- Parkhomivka Location in Ukraine Parkhomivka Parkhomivka (Kharkiv Oblast)
- Coordinates: 50°07′N 34°59′E﻿ / ﻿50.117°N 34.983°E
- Country: Ukraine
- Oblast: Kharkiv Oblast
- Raion: Bohodukhiv Raion
- Village founded: 1688

Area
- • Total: 10,716 km^{2} (4,137 sq mi)
- Elevation: 122 m (400 ft)

Population (2024)
- • Total: ▼2,685
- • Density: 343.32/km^{2} (889.2/sq mi)
- Time zone: UTC+2 (EET)
- • Summer (DST): UTC+3 (EEST)
- Postal code: 62015
- Area code: +380 5756

= Parkhomivka, Kharkiv Oblast =

Rural locality in Kharkiv Oblast, Ukraine

Parkhomivka (Пархомівка) is a village in Bohodukhiv Raion, Kharkiv Oblast, Ukraine. It belongs to Krasnokutsk settlement hromada, one of the hromadas of Ukraine.

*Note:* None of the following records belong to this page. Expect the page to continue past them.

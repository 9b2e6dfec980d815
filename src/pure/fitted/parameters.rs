//! The parameter files: read, written, and put to use.

use std::fmt::Write as _;
use std::str::FromStr;
use std::sync::{Arc, OnceLock};

use super::count::CountModel;
use super::described::{Described, INPUTS, Known, PRODUCTS, SIZES};
use super::error::ParameterError;
use super::model::{
    Model, Prediction, Relatives, Supporting, has_new_kind_of_atom, unknown_environments,
};
use super::quantity::{Level, Quantity};
use super::scale::{Ground, Scale, Standing};
use super::support::{Likeness, Support};
use super::table::{EnvironmentEntry, EnvironmentTable};
use crate::groups::environment::{EnvironmentCounts, EnvironmentKey, Order};
use crate::quantity::Absent;

/// A parameter file: its name for messages and its text.
type File = (&'static str, &'static str);

macro_rules! file {
    ($name:literal) => {
        (
            concat!("estimates/", $name),
            include_str!(concat!("../../../groups/estimates/", $name)),
        )
    };
}

const ENVIRONMENTS: File = file!("environments.csv");
const MOLECULES: File = file!("molecules.csv");

/// Files of the models at structure level, in the order of [`Quantity::ALL`].
const STRUCTURE: [File; Quantity::COUNT] = [
    file!("structure-boiling_point.csv"),
    file!("structure-molar_volume.csv"),
    file!("structure-critical_temperature.csv"),
    file!("structure-critical_pressure.csv"),
    file!("structure-critical_volume.csv"),
    file!("structure-enthalpy_of_vaporization_298.csv"),
    file!("structure-vapor_pressure_slope.csv"),
    file!("structure-flash_point.csv"),
    file!("structure-melting_point.csv"),
    file!("structure-liquid_viscosity.csv"),
    file!("structure-surface_tension.csv"),
    file!("structure-hansen_dispersion.csv"),
    file!("structure-hansen_polar.csv"),
    file!("structure-hansen_hydrogen_bonding.csv"),
    file!("structure-log_p_octanol_water.csv"),
    file!("structure-ideal_gas_enthalpy_of_formation.csv"),
];

/// Files of the models at count level, in the order of [`Quantity::ALL`].
const COUNT: [File; Quantity::COUNT] = [
    file!("count-boiling_point.csv"),
    file!("count-molar_volume.csv"),
    file!("count-critical_temperature.csv"),
    file!("count-critical_pressure.csv"),
    file!("count-critical_volume.csv"),
    file!("count-enthalpy_of_vaporization_298.csv"),
    file!("count-vapor_pressure_slope.csv"),
    file!("count-flash_point.csv"),
    file!("count-melting_point.csv"),
    file!("count-liquid_viscosity.csv"),
    file!("count-surface_tension.csv"),
    file!("count-hansen_dispersion.csv"),
    file!("count-hansen_polar.csv"),
    file!("count-hansen_hydrogen_bonding.csv"),
    file!("count-log_p_octanol_water.csv"),
    file!("count-ideal_gas_enthalpy_of_formation.csv"),
];

/// Room for the environments of a molecule that count in distances: few have more.
const USUAL_ENVIRONMENTS: usize = 40;

const SOUND: &str = "built-in parameter files are sound (tested)";

/// The fitted estimates with their parameters.
///
/// Files are read when they are first asked for.
#[derive(Debug)]
pub struct Fitted {
    table: EnvironmentTable,
    support: OnceLock<Support>,
    structure: [OnceLock<Model>; Quantity::COUNT],
    count: [OnceLock<Model>; Quantity::COUNT],
}
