/// Errors of ln γ∞ by class, with the group assignments listed beside the reference predictions.
fn gamma_infinity(folder: &Path) -> Result<(), Fault> {
    let measured = by_id(read(folder, "gamma_infinity.csv")?);
    let predicted = read(folder, "reference_predictions_gamma_infinity.csv")?;
    println!("ln gamma at infinite dilution against measurement (suspect rows left out)");
    for (model, slips, groups, reference) in [
        (
            ActivityModel::Unifac,
            Slips::Corrected,
            "original",
            "unifac_original",
        ),
        (
            ActivityModel::UnifacDortmund,
            Slips::Corrected,
            "dortmund",
            "",
        ),
        (
            ActivityModel::UnifacDortmund,
            Slips::AsCirculated,
            "dortmund",
            "dortmund_2016",
        ),
        (
            ActivityModel::UnifacDortmund2006,
            Slips::Corrected,
            "dortmund",
            "",
        ),
    ] {
        let unifac = Unifac::built_in(model, slips).ok_or("model without groups")??;
        let mut errors: HashMap<String, Vec<f64>> = HashMap::new();
        let (mut missing, mut no_groups) = (0, 0);
        let mut from_reference = 0.0_f64;
        for row in &predicted {
            let fact = &measured[&row["id"]];
            let pair = [
                component(&unifac, &row[&format!("groups_solute_{groups}")]),
                component(&unifac, &row[&format!("groups_solvent_{groups}")]),
            ];
            let [Ok(solute), Ok(solvent)] = pair else {
                no_groups += 1;
                continue;
            };
            let Ok(mixture) = unifac.mixture(&[solute, solvent]) else {
                missing += 1;
                continue;
            };
            let mut out = [0.0; 2];
            mixture
                .state(fact["T_K"].parse()?)?
                .ln_gamma(&[0.0, 1.0], &mut out)?;
            if let Some(value) = row
                .get(&format!("ln_gamma_inf_{reference}"))
                .filter(|value| !value.is_empty())
            {
                from_reference = from_reference.max((out[0] - value.parse::<f64>()?).abs());
            }
            if fact["flag"].is_empty() {
                let error = (out[0] - fact["ln_gamma_inf"].parse::<f64>()?).abs();
                errors.entry("all".into()).or_default().push(error);
                errors.entry(fact["class"].clone()).or_default().push(error);
            }
        }
        print!("  {} {slips:?}:", model.id());
        let mut classes: Vec<_> = errors.iter_mut().collect();
        classes.sort_by(|a, b| a.0.cmp(b.0));
        for (class, errors) in classes {
            errors.sort_by(f64::total_cmp);
            let mean = errors.iter().sum::<f64>() / errors.len() as f64;
            print!(
                "  {class} n {} mean {mean:.3} median {:.3};",
                errors.len(),
                errors[errors.len() / 2]
            );
        }
        println!("  missing pair {missing}, no groups {no_groups}");
        if !reference.is_empty() {
            println!("      largest deviation from the reference predictions {from_reference:.1e}");
        }
    }
    Ok(())
}
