//! The temperature at which molar volumes are fitted.

use crate::quantity::REFERENCE_TEMPERATURE_K;

/// Part of the boiling point at which the volumes of low boilers are fitted: at 298.15 K
/// they are near their critical point, where volumes do not add up. Chosen by the
/// cross-validation of densities at other temperatures.
const OF_BOILING_POINT: f64 = 0.65;

/// Compressibility of Rackett's equation where nothing is known of it.
const USUAL_COMPRESSIBILITY: f64 = 0.27;

/// The temperature in K at which the molar volume of a liquid of this boiling point is
/// fitted: 298.15 K, or lower for what boils below 459 K.
pub fn volume_temperature_k(boiling_point_k: f64) -> f64 {
    REFERENCE_TEMPERATURE_K.min(OF_BOILING_POINT * boiling_point_k)
}

/// A molar volume of the saturated liquid at another temperature by Rackett's form, with
/// the compressibility of many liquids; `None` unless both temperatures are below
/// 0.97 of the critical one.
pub fn volume_carried(
    volume_m3_per_mol: f64,
    from_k: f64,
    to_k: f64,
    critical_temperature_k: f64,
) -> Option<f64> {
    let [from, to] = [from_k, to_k].map(|t| 1.0 - t / critical_temperature_k);
    (from > 0.03 && to > 0.03).then(|| {
        let power = to.powf(2.0 / 7.0) - from.powf(2.0 / 7.0);
        volume_m3_per_mol * USUAL_COMPRESSIBILITY.powf(power)
    })
}

/// By how much the volume of the liquid at 298.15 K exceeds that at its
/// [reference temperature](volume_temperature_k), as a factor, from the boiling point in K
/// alone: Rackett's form with Guldberg's critical temperature, 1.5 T_b.
///
/// Never below 1; it falls as the boiling point rises and is 1 from 458.7 K on. The density at
/// 298.15 K is M/(V · factor). `None` below 205 K, where 298.15 K is at the critical
/// point or past it.
pub fn expansion_to_298(boiling_point_k: f64) -> Option<f64> {
    let from_k = volume_temperature_k(boiling_point_k);
    volume_carried(1.0, from_k, REFERENCE_TEMPERATURE_K, 1.5 * boiling_point_k)
}

#[cfg(test)]
mod tests {
    use proptest::prelude::*;

    use super::*;

    proptest! {
        #[test]
        fn expansion_falls_with_the_boiling_point(tb in 206.0..700.0_f64, more in 0.0..100.0_f64) {
            let [low, high] = [tb, tb + more].map(|tb| expansion_to_298(tb).unwrap());
            prop_assert!(low >= high && high >= 1.0);
            prop_assert!(high == 1.0 || tb + more < 458.7);
        }
    }

    #[test]
    fn pentane_expands_as_measured() {
        // T_b 309.2 K; saturated liquid: 708.9 kg/m3 at 201 K, 621.3 at 298.15 K (from memory)
        let factor = expansion_to_298(309.2).unwrap();
        assert!((factor - 708.9 / 621.3).abs() < 0.02, "{factor}");
    }
}
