//! Fits the error models of ln γ∞ and checks them on systems held out.
//!
//! ```text
//! cargo run --release --example fit_activity_errors -- REFERENCE OUTPUT DATE
//! ```
//!
//! REFERENCE holds `gamma_infinity.csv` (columns `solute_smiles`,
//! `solvent_smiles`, `T_K`, `ln_gamma_inf`, `flag`). Into OUTPUT go
//! `activity_errors.csv` (the table of `groups/estimates/`), `coverage.csv`,
//! `correlation.csv` and `tried.csv`. The same input gives the same bytes.
//!
//! Every row that is not flagged as suspect is computed from its two
//! structures: groups, then the model; no measured data are used. Systems
//! (unordered pairs of constitutions) fall into five folds by a hash of their
//! canonical SMILES, so that no system is both fitted and tested.

#![expect(
    clippy::print_stdout,
    reason = "a study program reports to standard output"
)]

mod cases;
mod fit;
mod held_out;

use std::error::Error;
use std::fmt::Write as _;
use std::path::PathBuf;

use groupsmith::evaluate::Library;
use groupsmith::mixture::{ActivityModel, Slips};
use groupsmith::run::Fingerprint;

use cases::{Cases, LeftOut};
use fit::Variant;
use held_out::{Check, Summary};

type Fault = Box<dyn Error>;

/// The models that have an error, in display order.
const MODELS: [ActivityModel; 3] = [
    ActivityModel::Unifac,
    ActivityModel::UnifacDortmund,
    ActivityModel::UnifacDortmund2006,
];

fn main() -> Result<(), Fault> {
    let arguments: Vec<_> = std::env::args().skip(1).collect();
    let [reference, output, date] = &arguments[..] else {
        return Err("usage: fit_activity_errors REFERENCE OUTPUT DATE".into());
    };
    let text = std::fs::read_to_string(PathBuf::from(reference).join("gamma_infinity.csv"))?;
    let output = PathBuf::from(output);
    std::fs::create_dir_all(&output)?;
    let library = Library::built_in(Slips::Corrected);

    let mut body = String::new();
    let mut figures = String::new();
    let mut coverage = String::from(Check::HEAD);
    let mut correlation = String::from(fit::CORRELATION_HEAD);
    let mut tried = String::from(Summary::HEAD);
    for model in MODELS {
        let (cases, left_out) = Cases::read(&library, model, &text)?;
        let LeftOut {
            suspect,
            no_groups,
            no_pair,
        } = left_out;
        println!(
            "{}: {} values of {} systems; left out: {suspect} suspect, {no_groups} without groups, {no_pair} without an interaction",
            model.id(),
            cases.all.len(),
            cases.systems(),
        );
        let fitted = fit::fit(&cases, &cases.indices(|_| true), Variant::CHOSEN)?;
        body.push_str(&fitted.table(Variant::CHOSEN));
        correlation.push_str(&fitted.correlations());
        for variant in Variant::ALL {
            let check = Check::cross_validated(&cases, variant)?;
            let summary = check.summary();
            tried.push_str(&summary.line(model, variant));
            if variant == Variant::CHOSEN {
                coverage.push_str(&check.table());
                writeln!(
                    figures,
                    "# note: {}: {} values of {} systems; held out by system, five folds: {summary}",
                    model.id(),
                    cases.all.len(),
                    cases.systems(),
                )?;
                println!("  {summary}");
            }
        }
    }
    let table = format!(
        "# title: errors of ln gamma at infinite dilution by chemical class of solute and solvent\n\
         # source: fitted by the study fit_activity_errors to values of Brouwer, Kersten, Bargeman, Schuur, Sep. Purif. Technol. 272 (2021) 118727 (compilation of measured activity coefficients; read from a public copy of its data)\n\
         # transcribed: {date}; fitted, not transcribed\n\
         # checked: coverage on systems held out, figures below; results/2026-12-01-activity-errors\n\
         # note: FNV-1a fingerprint of the values fitted to: {}\n\
         {figures}\
         model,term,solute,solvent,value\n-,-,-,-,-\n{body}",
        Fingerprint::of(text.as_bytes()),
    );
    for (name, text) in [
        ("activity_errors.csv", table),
        ("coverage.csv", coverage),
        ("correlation.csv", correlation),
        ("tried.csv", tried),
    ] {
        std::fs::write(output.join(name), text)?;
    }
    Ok(())
}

The village has a population of 2,685.

Despite being a small village, the local art museum displays works by Pablo Picasso and other significant artists. The museum started as a project from a local schoolteacher, who (along with his students), wrote to artists and art collectors asking for sample works for the local students to learn from.

Until 18 July 2020, Parkhomivka belonged to Krasnokutsk Raion. The raion was abolished in July 2020 as part of the administrative reform of Ukraine, which reduced the number of raions of Kharkiv Oblast to seven. The area of Krasnokutsk Raion was merged into Bohodukhiv Raion.